Exactly the lines from the start of the data below through the line containing "const q = searchText.trim()" must be returned, and no others.

---------- Data records

export function QueueBoard({ initial, initialParams, timezone }: { initial: QueuePage; initialParams: BoardParams; timezone: string }) {
  const [params, setParams] = useState<BoardParams>(initialParams);
  const [searchText, setSearchText] = useState(initialParams.q ?? "");
  const queryClient = useQueryClient();
  const search = boardSearch(params);
  const initialSearch = boardSearch(initialParams);

  const query = useQuery({
    queryKey: ["queue", search],
    queryFn: () => apiJson<QueuePage>(`/api/counter/queue?${search}${search ? "&" : ""}pageSize=${PAGE_SIZE}`),
    initialData: search === initialSearch ? initial : undefined,
    placeholderData: keepPreviousData,
    refetchInterval: REFRESH_MS,
    refetchOnWindowFocus: true,
  });
  const data = query.data ?? initial;
  const refresh = () => void queryClient.invalidateQueries({ queryKey: ["queue"] });

  // Keep the address in step so a reload or a shared link shows the same board.
  useEffect(() => {
    const url = `${window.location.pathname}${search ? `?${search}` : ""}`;
    if (url !== `${window.location.pathname}${window.location.search}`) window.history.replaceState(null, "", url);
  }, [search]);

  // The search box waits for a pause in typing.
  useEffect(() => {
    const t = setTimeout(() => {
      const q = searchText.trim() || undefined;
      setParams((p) => (p.q === q ? p : { ...p, q, page: 1 }));
    }, 300);
    return () => clearTimeout(t);
  }, [searchText]);

  const set = (patch: Partial<BoardParams>) => setParams((p) => ({ ...p, page: 1, ...patch }));

  const columns = useMemo(
    () => [
      col.accessor("tagCode", {
        id: "number",
        header: "Tag",
        cell: ({ row: { original: r } }) => (
          <div className="flex flex-col items-start gap-1">
            <Link href={`/counter/tickets/${r.id}`} className="font-mono text-lg font-bold whitespace-nowrap underline-offset-4 hover:underline">
              {formatTagCode(r.tagCode)}
            </Link>
            <span className="text-sm text-muted">#{r.number}</span>
            <Marks row={r} tz={timezone} />
          </div>
        ),
      }),
      col.accessor((r) => r.customer.lastName, {
        id: "customer",
        header: "Customer and machine",
        cell: ({ row: { original: r } }) => (
          <div className="max-w-80">
            <div>
              <span className="font-semibold">{r.customer.lastName}</span>
              {r.customer.firstName ? <span className="text-ink-2">, {r.customer.firstName}</span> : null}
            </div>
            <div>
              {r.machine.make} {r.machine.model} <span className="text-muted">· {r.machine.kindLabel}</span>
            </div>
            <p className="mt-1 line-clamp-2 text-sm text-ink-2">{r.complaint}</p>
          </div>
        ),
      }),
      col.accessor("status", {
        id: "status",
        header: "Status",
        cell: ({ row: { original: r } }) => (
          <div className="flex flex-col items-start gap-2">
            <StatusBadge status={r.status} />
            <MoveStatusButton ticket={r} onMoved={refresh} compact />
          </div>
        ),
      }),
      col.accessor((r) => r.tech?.name ?? "", {
        id: "tech",
        header: "Tech",
        cell: ({ row: { original: r } }) => <TechSelect ticket={r} techId={r.tech?.id ?? null} techs={data.techs} onChanged={refresh} />,
      }),
      col.accessor("daysInShop", {
        id: "days",
        header: "In shop",
        cell: (c) => <span className="text-lg font-semibold whitespace-nowrap tabular-nums">{c.getValue()} d</span>,
      }),
      col.accessor("promisedDate", {
        id: "promised",
        header: "Promised",
        cell: ({ row: { original: r } }) => <Promised row={r} today={data.today} />,
      }),
      col.accessor("lastActivityAt", {
        id: "activity",
        header: "Last activity",
        cell: (c) => <span className="whitespace-nowrap">{when(c.getValue(), timezone, data.today)}</span>,
      }),
    ],
    [data.techs, data.today, timezone],
  );

  const sorting: SortingState = [{ id: params.sort, desc: params.dir === "desc" }];
  const table = useReactTable({
    data: data.rows,
    columns,
    getCoreRowModel: getCoreRowModel(),
    manualSorting: true,
    manualPagination: true,
    pageCount: data.pageCount,
    state: { sorting },
    getRowId: (r) => r.id,
  });

  function sortBy(id: string) {
    const sort = id as QueueSort;
    set(params.sort === sort ? { sort, dir: params.dir === "asc" ? "desc" : "asc" } : { sort, dir: "asc" });
  }

  const totalOpen = OPEN_STATUSES.reduce((a, s) => a + data.counts[s], 0);
  const error = query.error instanceof ApiError ? query.error : null;

  return (
    <div className="flex flex-col gap-5">
      <div role="group" aria-label="Filter by status" className="-mx-1 flex gap-2 overflow-x-auto px-1 pb-1 sm:flex-wrap">
        {[undefined, ...OPEN_STATUSES].map((s) => {
          const active = params.status === s;
          const n = s ? data.counts[s] : totalOpen;
          return (
            <button
              key={s ?? "all"}
              type="button"
              aria-pressed={active}
              onClick={() => set({ status: s })}
              className={
                "tap flex shrink-0 items-center gap-2 rounded-xl border-2 px-3 font-semibold " +
                (active ? "border-accent bg-accent text-accent-ink" : "border-line bg-surface hover:border-accent")
              }
            >
              {s ? STATUS_LABELS[s] : "All open"}
              <span className={"rounded-md px-1.5 tabular-nums " + (active ? "bg-accent-ink/20" : "bg-surface-2")}>{n}</span>
            </button>
          );
        })}
      </div>

      <div className="flex flex-wrap items-end gap-3">
        <div className="flex min-w-60 flex-1 flex-col gap-1">
          <label htmlFor="queue-search" className="font-semibold">
            Search
          </label>
          <div className="relative">
            <Search size={20} aria-hidden className="pointer-events-none absolute top-1/2 left-3 -translate-y-1/2 text-muted" />
            <input
              id="queue-search"
              type="search"
              value={searchText}
              onChange={(e) => setSearchText(e.target.value)}
              placeholder="Tag, ticket #, name, phone, make or serial"
              className="tap w-full rounded-xl border-2 border-line bg-surface pr-3 pl-10 text-lg focus:border-accent"
            />
          </div>
        </div>
        <div className="flex flex-col gap-1">
          <label htmlFor="queue-tech" className="font-semibold">
            Technician
          </label>
          <select
            id="queue-tech"
            value={params.tech ?? ""}
            onChange={(e) => set({ tech: e.target.value || undefined })}
            className="tap rounded-xl border-2 border-line bg-surface px-3 text-lg"
          >
            <option value="">Anyone</option>
            <option value="none">Unassigned</option>
            {data.techs.map((t) => (
              <option key={t.id} value={t.id}>
                {t.name}
              </option>
            ))}
          </select>
        </div>
        <label className="tap flex items-center gap-3 rounded-xl border-2 border-line bg-surface px-4 font-semibold has-[:checked]:border-bad has-[:checked]:bg-bad-soft">
          <input type="checkbox" checked={Boolean(params.overdue)} onChange={(e) => set({ overdue: e.target.checked || undefined })} className="size-5" />
          Overdue only
        </label>
        <div className="flex flex-col gap-1 xl:hidden">
          <label htmlFor="queue-sort" className="font-semibold">
            Sort
          </label>
          <select
            id="queue-sort"
            value={`${params.sort}:${params.dir}`}
            onChange={(e) => {
              const [sort, dir] = e.target.value.split(":") as [QueueSort, "asc" | "desc"];
              set({ sort, dir });
            }}
            className="tap rounded-xl border-2 border-line bg-surface px-3 text-lg"
          >
            <option value="promised:asc">Promised date</option>
            <option value="days:desc">Longest in the shop</option>
            <option value="activity:desc">Latest activity</option>
            <option value="status:asc">Status</option>
            <option value="customer:asc">Customer</option>
            <option value="number:desc">Newest ticket</option>
          </select>
        </div>
      </div>

      <p aria-live="polite" className="text-sm text-muted">
        {data.total} ticket{data.total === 1 ? "" : "s"}
        {params.status || params.tech || params.overdue || params.q ? " match" : " open"}
        {" · "}
        {query.isFetching ? "refreshing…" : `updated ${timeIn(timezone, query.dataUpdatedAt || Date.now())}`}
      </p>
      {error ? (
        <p role="alert" className="rounded-xl border-l-8 border-bad bg-bad-soft px-4 py-3 font-semibold">
          {error.status === 401 ? (
            <>
              You have been signed out. <a href="/sign-in?next=%2Fcounter" className="underline">Sign in again</a> to keep the board current.
            </>
          ) : (
            `The board could not refresh: ${error.message}`
          )}
        </p>
      ) : null}

      {/* Wide screens: the table. */}
      <div className="hidden overflow-x-auto rounded-2xl border border-line bg-surface xl:block">
        <table className="w-full text-left">
          <thead className="bg-surface-2 text-sm tracking-wide text-muted uppercase">
            {table.getHeaderGroups().map((hg) => (
              <tr key={hg.id}>
                {hg.headers.map((h) => {
                  const sortable = h.column.getCanSort();
                  const active = params.sort === h.column.id;
                  return (
                    <th key={h.id} scope="col" className="px-2 py-2 align-bottom first:pl-4" aria-sort={active ? (params.dir === "asc" ? "ascending" : "descending") : undefined}>
                      {sortable ? (
                        <button type="button" onClick={() => sortBy(h.column.id)} className="tap -mx-2 flex items-center gap-1 rounded-lg px-2 uppercase hover:bg-surface">
                          {flexRender(h.column.columnDef.header, h.getContext())}
                          {active ? params.dir === "asc" ? <ArrowUp size={16} aria-hidden /> : <ArrowDown size={16} aria-hidden /> : <ArrowUpDown size={16} aria-hidden className="opacity-40" />}
                        </button>
                      ) : (
                        flexRender(h.column.columnDef.header, h.getContext())
                      )}
                    </th>
                  );
                })}
              </tr>
            ))}
          </thead>
          <tbody>
            {table.getRowModel().rows.map((row) => (
              <tr key={row.id} className={"border-t border-line align-top " + (row.original.overdue ? "bg-bad-soft/40" : "")}>
                {row.getVisibleCells().map((cell) => (
                  <td key={cell.id} className="px-2 py-3 first:pl-4">
                    {flexRender(cell.column.columnDef.cell, cell.getContext())}
                  </td>
                ))}
              </tr>
            ))}
          </tbody>
        </table>
        {data.rows.length === 0 ? <p className="px-4 py-8 text-center text-lg text-muted">No open tickets match.</p> : null}
      </div>

      {/* Tablets in portrait and phones: one card per ticket. */}
      <ul className="grid gap-3 lg:grid-cols-2 xl:hidden" aria-label="Open tickets">
        {table.getRowModel().rows.map(({ original: r }) => (
          <li key={r.id} className={"rounded-2xl border-2 bg-surface p-4 " + (r.overdue ? "border-bad" : "border-line")}>
            <div className="flex flex-wrap items-start justify-between gap-2">
              <div>
                <Link href={`/counter/tickets/${r.id}`} className="font-mono text-2xl font-bold underline-offset-4 hover:underline">
                  {formatTagCode(r.tagCode)}
                </Link>
                <span className="ml-2 text-muted">#{r.number}</span>
              </div>
              <StatusBadge status={r.status} />
            </div>
            <p className="mt-2 text-lg">
              <span className="font-semibold">{r.customer.lastName}</span>
              {r.customer.firstName ? `, ${r.customer.firstName}` : ""} · {r.machine.make} {r.machine.model}{" "}
              <span className="text-muted">({r.machine.kindLabel.toLowerCase()})</span>
            </p>
            <p className="mt-1 line-clamp-2 text-ink-2">{r.complaint}</p>
            <div className="mt-2 flex flex-wrap gap-2">
              <Marks row={r} tz={timezone} />
            </div>
            <dl className="mt-3 grid grid-cols-3 gap-2 text-sm">
              <div>
                <dt className="text-muted">In shop</dt>
                <dd className="text-lg font-semibold">{r.daysInShop} d</dd>
              </div>
              <div>
                <dt className="text-muted">Promised</dt>
                <dd className="text-base">
                  <Promised row={r} today={data.today} />
                </dd>
              </div>
              <div>
                <dt className="text-muted">Last activity</dt>
                <dd className="text-base">{when(r.lastActivityAt, timezone, data.today)}</dd>
              </div>
            </dl>
            <div className="mt-3 flex flex-wrap items-start gap-3">
              <TechSelect ticket={r} techId={r.tech?.id ?? null} techs={data.techs} onChanged={refresh} className="min-w-48 flex-1" />
              <MoveStatusButton ticket={r} onMoved={refresh} />
            </div>
          </li>
        ))}
        {data.rows.length === 0 ? <li className="py-8 text-center text-lg text-muted lg:col-span-2">No open tickets match.</li> : null}
      </ul>

      <nav aria-label="Pages" className="flex flex-wrap items-center justify-between gap-3">
        <p className="text-muted">
          Page {data.page} of {data.pageCount}
        </p>
        <div className="flex gap-3">
          <button type="button" className={buttonClass("secondary")} disabled={data.page <= 1} onClick={() => setParams((p) => ({ ...p, page: data.page - 1 }))}>
            Previous
          </button>
          <button type="button" className={buttonClass("secondary")} disabled={data.page >= data.pageCount} onClick={() => setParams((p) => ({ ...p, page: data.page + 1 }))}>
            Next
          </button>
        </div>
      </nav>
    </div>
  );
}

--------------------

Answer for this exercise =>
export function QueueBoard({ initial, initialParams, timezone }: { initial: QueuePage; initialParams: BoardParams; timezone: string }) {
  const [params, setParams] = useState<BoardParams>(initialParams);
  const [searchText, setSearchText] = useState(initialParams.q ?? "");
  const queryClient = useQueryClient();
  const search = boardSearch(params);
  const initialSearch = boardSearch(initialParams);

  const query = useQuery({
    queryKey: ["queue", search],
    queryFn: () => apiJson<QueuePage>(`/api/counter/queue?${search}${search ? "&" : ""}pageSize=${PAGE_SIZE}`),
    initialData: search === initialSearch ? initial : undefined,
    placeholderData: keepPreviousData,
    refetchInterval: REFRESH_MS,
    refetchOnWindowFocus: true,
  });
  const data = query.data ?? initial;
  const refresh = () => void queryClient.invalidateQueries({ queryKey: ["queue"] });

  // Keep the address in step so a reload or a shared link shows the same board.
  useEffect(() => {
    const url = `${window.location.pathname}${search ? `?${search}` : ""}`;
    if (url !== `${window.location.pathname}${window.location.search}`) window.history.replaceState(null, "", url);
  }, [search]);

  // The search box waits for a pause in typing.
  useEffect(() => {
    const t = setTimeout(() => {
      const q = searchText.trim() || undefined;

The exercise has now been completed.